INPUT START

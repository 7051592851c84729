package main

import (
	"context"
	"errors"
	"flag"
	"fmt"
	"os"
	"path"
	"path/filepath"

	"rolloff/configs"
	"rolloff/driver/bench"
	"rolloff/driver/profile"
	"rolloff/sweep/event"
	"rolloff/sweep/sched"
	"rolloff/sweep/sched/finish"
	"rolloff/sweep/sched/onbench"
	"rolloff/sweep/store"
)

func init() {
	register(&command{
		name:    "resume",
		summary: "continue an interrupted run from its next unmeasured point",
		run:     runResumeCmd,
	})
}

func runResumeCmd(ctx context.Context, env *cmdEnv, args []string) error {
	fs := flag.NewFlagSet("rolloff resume", flag.ContinueOnError)
	fs.SetOutput(env.stderr)
	benchPath := fs.String("bench", "", "bench file (default: the run directory's bench.toml)")
	fs.Usage = func() {
		fmt.Fprintf(env.stderr, "usage: rolloff resume RUNDIR [--bench BENCH]\n\n"+
			"Continues the run in RUNDIR with the same plan: the frequencies already\n"+
			"measured are skipped and the point numbering continues.\n\n")
		fs.PrintDefaults()
	}
	pos, err := parseArgs(fs, args)
	if err != nil {
		return err
	}
	if len(pos) != 1 {
		fs.Usage()
		return &exitError{code: 2, err: errors.New("want one RUNDIR")}
	}
	dir := filepath.Clean(pos[0])
	st, err := store.Open(filepath.Dir(dir))
	if err != nil {
		return fmt.Errorf("%s: %w", dir, err)
	}
	st.SetLogger(env.log)
	run, err := st.OpenRun(filepath.Base(dir))
	if err != nil {
		return err
	}
	defer run.Close()
	if s := run.Meta().State; s == event.Done {
		return fmt.Errorf("run %s is already done", run.ID())
	}
	if err := run.Lock(); err != nil {
		return err
	}
	p, err := run.Plan()
	if err != nil {
		return err
	}
	var cfg *profile.BenchFile
	if *benchPath != "" {
		cfg, err = bench.Load(*benchPath)
	} else {
		cfg, err = storedBench(dir)
	}
	if err != nil {
		return err
	}
	if err := p.Validate(cfg.Limits.Driver()); err != nil {
		return err
	}
	b, err := onbench.Open(ctx, cfg, env.log)
	if err != nil {
		return err
	}
	defer b.Close()
	opts := sched.Opts{Resume: true, Operator: terminalOperator(env), Finish: finish.Analyze(p, run.Dir(), nil, finish.SpecOf(cfg, p))}
	if b.Sim != nil {
		opts.Operator = simOperator(env, b, opts.Operator)
	}
	return sweepAndReport(ctx, env, b, p, run, opts, nil)
}

// storedBench loads the run directory's bench.toml. Its profiles are
// looked for beside it, then among the shipped profiles (the demo
// bench's are embedded).
func storedBench(dir string) (*profile.BenchFile, error) {
	name := filepath.Join(dir, store.FileBench)
	data, err := os.ReadFile(name)
	if err != nil {
		return nil, fmt.Errorf("run %s has no %s: give --bench: %w", dir, store.FileBench, err)
	}
	read := func(n string) ([]byte, error) {
		if d, err := os.ReadFile(n); err == nil {
			return d, nil
		}
		return configs.ReadFile(path.Base(filepath.ToSlash(n)))
	}
	resolve := func(rel string) string {
		if filepath.IsAbs(rel) {
			return rel
		}
		return filepath.Join(dir, filepath.FromSlash(rel))
	}
	return profile.DecodeBench(name, data, read, resolve)
}
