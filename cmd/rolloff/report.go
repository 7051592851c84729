package main

import (
	"bytes"
	"context"
	"flag"
	"fmt"
	"io"
	"path/filepath"

	"rolloff/sweep/analysis"
	"rolloff/sweep/report"
	"rolloff/sweep/store"
)

func init() {
	register(&command{
		name:    "report",
		summary: "write a run's one-page PDF report again (report.pdf)",
		run: func(ctx context.Context, env *cmdEnv, args []string) error {
			return reportMain(env.stdout, env.stderr, args)
		},
	})
}

// reportMain is the report command on explicit writers.
func reportMain(stdout, stderr io.Writer, args []string) error {
	fs := flag.NewFlagSet("report", flag.ContinueOnError)
	fs.SetOutput(stderr)
	out := fs.String("o", "", "output file (default RUNDIR/report.pdf)")
	paper := fs.String("paper", "a4", "paper size: a4 or letter")
	mask := fs.String("mask", "", "limit mask file (TOML or .json) to check the response against")
	fs.Usage = func() {
		fmt.Fprintf(stderr, "usage: rolloff report RUNDIR [-o FILE] [--paper a4|letter] [--mask FILE]\n\n"+
			"Writes the run's report: the unit, the bench, the plan, the Bode plot, the figures with their\n"+
			"uncertainties, the model, the mask verdict and the safety statement, on one page where it fits.\n"+
			"The figures are those the run recorded (result.json); the mask is --mask, else the plan's.\n\n")
		fs.PrintDefaults()
	}
	pos, err := parseInterleaved(fs, args)
	if err != nil {
		return err
	}
	usage := func(e error) error { fs.Usage(); return &exitError{code: 2, err: e} }
	if len(pos) != 1 {
		return usage(fmt.Errorf("want one run directory, got %d arguments", len(pos)))
	}
	pp, err := report.ParsePaper(*paper)
	if err != nil {
		return usage(fmt.Errorf("--paper %q: want a4 or letter", *paper))
	}
	var opts report.Options
	if *mask != "" {
		m, err := analysis.LoadMask(*mask)
		if err != nil {
			return err
		}
		opts.Mask = m
	}
	in, err := report.LoadRecorded(pos[0], opts)
	if err != nil {
		return err
	}
	var buf bytes.Buffer
	if err := report.Write(&buf, in, pp); err != nil {
		return err
	}
	dst := *out
	if dst == "" {
		dst = filepath.Join(pos[0], report.FileReport)
	}
	if err := store.WriteFileAtomic(dst, buf.Bytes()); err != nil {
		return err
	}
	fmt.Fprintf(stdout, "wrote %s\n", dst)
	return nil
}
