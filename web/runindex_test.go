package web

import (
	"fmt"
	"testing"
	"time"

	"rolloff/sweep/event"
	"rolloff/sweep/point"
	"rolloff/sweep/store"
	"rolloff/sweep/store/storetest"
)

type listPage struct {
	Runs []struct {
		ID      string
		State   event.State
		Created string
		Plan    struct{ Unit, Batch string }
		Result  *struct {
			HighHz *float64 `json:"high_hz"`
			Mask   *struct {
				Pass          bool
				WorstMarginDB *float64 `json:"worst_margin_db"`
			}
		}
	}
	Total      int
	Offset     int
	Limit      int
	NextOffset *int `json:"next_offset"`
}

// TestRunListPaged: the daemon on a store of 2,000 finished runs lists
// them a page at a time, newest first, filtered by batch, unit, state and
// date, with each run's verdict as the store recorded it.
func TestRunListPaged(t *testing.T) {
	const n = 2000
	dir := t.TempDir()
	ids, err := storetest.Generate(dir, storetest.Opts{Runs: n})
	if err != nil {
		t.Fatal(err)
	}
	d := startDemo(t, demoOpts{dir: dir})
	get := func(q string) listPage {
		t.Helper()
		res, data := d.do("GET", "/api/runs"+q, nil)
		want(t, q, res, data, 200, "")
		return decode[listPage](t, data)
	}
	p := get("")
	if p.Total != n || len(p.Runs) != DefaultRunPage || p.NextOffset == nil || *p.NextOffset != DefaultRunPage {
		t.Fatalf("first page: total %d, %d runs, next %v", p.Total, len(p.Runs), p.NextOffset)
	}
	for i, r := range p.Runs {
		if r.ID != ids[n-1-i] {
			t.Fatalf("run %d is %s, want %s (newest first)", i, r.ID, ids[n-1-i])
		}
	}
	// Paging through a batch finds each of its units once.
	seen := map[string]bool{}
	for off := 0; ; {
		p := get(fmt.Sprintf("?batch=%s&limit=64&offset=%d", storetest.Batch(450, 0), off))
		if p.Total != 200 {
			t.Fatalf("batch total %d, want 200", p.Total)
		}
		for _, r := range p.Runs {
			if seen[r.ID] || r.Plan.Batch != storetest.Batch(450, 0) {
				t.Fatalf("run %s (batch %s) listed twice or in the wrong batch", r.ID, r.Plan.Batch)
			}
			seen[r.ID] = true
		}
		if p.NextOffset == nil {
			break
		}
		off = *p.NextOffset
	}
	if len(seen) != 200 {
		t.Errorf("paged through %d runs of the batch, want 200", len(seen))
	}
	// One unit, with its verdict: unit 467 fails its mask (every 13th).
	for _, i := range []int{467, 466} {
		p = get("?unit=" + storetest.Unit(i))
		if p.Total != 1 || p.Runs[0].Result == nil || p.Runs[0].Result.Mask == nil {
			t.Fatalf("unit %d: %+v", i, p)
		}
		if got := p.Runs[0].Result.Mask.Pass; got != storetest.Pass(i) {
			t.Errorf("unit %d: pass %v, want %v", i, got, storetest.Pass(i))
		}
	}
	// States and dates.
	failed := 0
	for i := range n {
		if storetest.State(i) == event.Failed {
			failed++
		}
	}
	if p = get("?state=failed&limit=1"); p.Total != failed {
		t.Errorf("failed runs: %d, want %d", p.Total, failed)
	}
	// The runs are 7 minutes apart from 2026-01-05 06:00 UTC: first and
	// last are the indices of the first runs of 2026-01-06 and 2026-01-07.
	first := (24*60 - 6*60 + 7 - 1) / 7
	last := (48*60 - 6*60 + 7 - 1) / 7
	if p = get("?from=2026-01-06&to=2026-01-06&limit=1000"); p.Total != last-first {
		t.Errorf("runs of 2026-01-06: %d, want %d", p.Total, last-first)
	}
}

// TestRunOfAnotherProcess: a run written into the daemon's store by
// another process (here another store handle, whose lock the daemon
// cannot take) is found, followed while it is written and listed done
// with its points, without the daemon reading the store whole.
func TestRunOfAnotherProcess(t *testing.T) {
	dir := t.TempDir()
	if _, err := storetest.Generate(dir, storetest.Opts{Runs: 300}); err != nil {
		t.Fatal(err)
	}
	d := startDemo(t, demoOpts{dir: dir})
	other, err := store.Open(dir)
	if err != nil {
		t.Fatal(err)
	}
	r, err := other.Create(store.CreateOpts{PlanFile: "cli.toml", PlanData: []byte("name = \"cli run\"\nunit = \"LD-0900\"\nbatch = \"cli\"\n[frequencies]\nstart_hz = 100\nstop_hz = 1000\npoints_per_decade = 1\n[level]\nvrms = 0.1\n")})
	if err != nil {
		t.Fatal(err)
	}
	defer r.Close()
	if err := r.SetState(event.Reading, ""); err != nil {
		t.Fatal(err)
	}
	find := func(st event.State, points int) {
		t.Helper()
		deadline := time.Now().Add(20 * time.Second)
		for {
			in, err := d.srv.Queue().Get(r.ID())
			if err == nil && in.State == st && in.Points == points {
				if st == event.Reading && !in.External {
					t.Errorf("a run of another process is not marked external")
				}
				return
			}
			if time.Now().After(deadline) {
				t.Fatalf("run of another process: %+v (%v), want %s with %d points", in, err, st, points)
			}
			time.Sleep(50 * time.Millisecond)
		}
	}
	find(event.Reading, 0)
	for i, hz := range []float64{100, 1000} {
		if err := r.AppendPoint(point.Point{Seq: i, Index: i, FreqHz: hz, GainDB: 1}); err != nil {
			t.Fatal(err)
		}
		if err := r.AppendEvent(event.Event{Type: event.TypePoint, Point: &point.Point{Seq: i, Index: i, FreqHz: hz}}); err != nil {
			t.Fatal(err)
		}
	}
	if err := r.SetState(event.Done, "2 points"); err != nil {
		t.Fatal(err)
	}
	find(event.Done, 2)
	res, data := d.do("GET", "/api/runs?unit=LD-0900", nil)
	want(t, "list", res, data, 200, "")
	if p := decode[listPage](t, data); p.Total != 1 || p.Runs[0].State != event.Done {
		t.Errorf("listed %+v", p)
	}
}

INPUT END

ABOUT THIS EXERCISE: Above are the records; copy exactly the lines from the line with "if storetest.State(i) == event.Failed" through the line with "last := (48*60 - 6*60 + 7 - 1) / 7", both included.

EXERCISE SOLUTION:
		if storetest.State(i) == event.Failed {
			failed++
		}
	}
	if p = get("?state=failed&limit=1"); p.Total != failed {
		t.Errorf("failed runs: %d, want %d", p.Total, failed)
	}
	// The runs are 7 minutes apart from 2026-01-05 06:00 UTC: first and
	// last are the indices of the first runs of 2026-01-06 and 2026-01-07.
	first := (24*60 - 6*60 + 7 - 1) / 7
	last := (48*60 - 6*60 + 7 - 1) / 7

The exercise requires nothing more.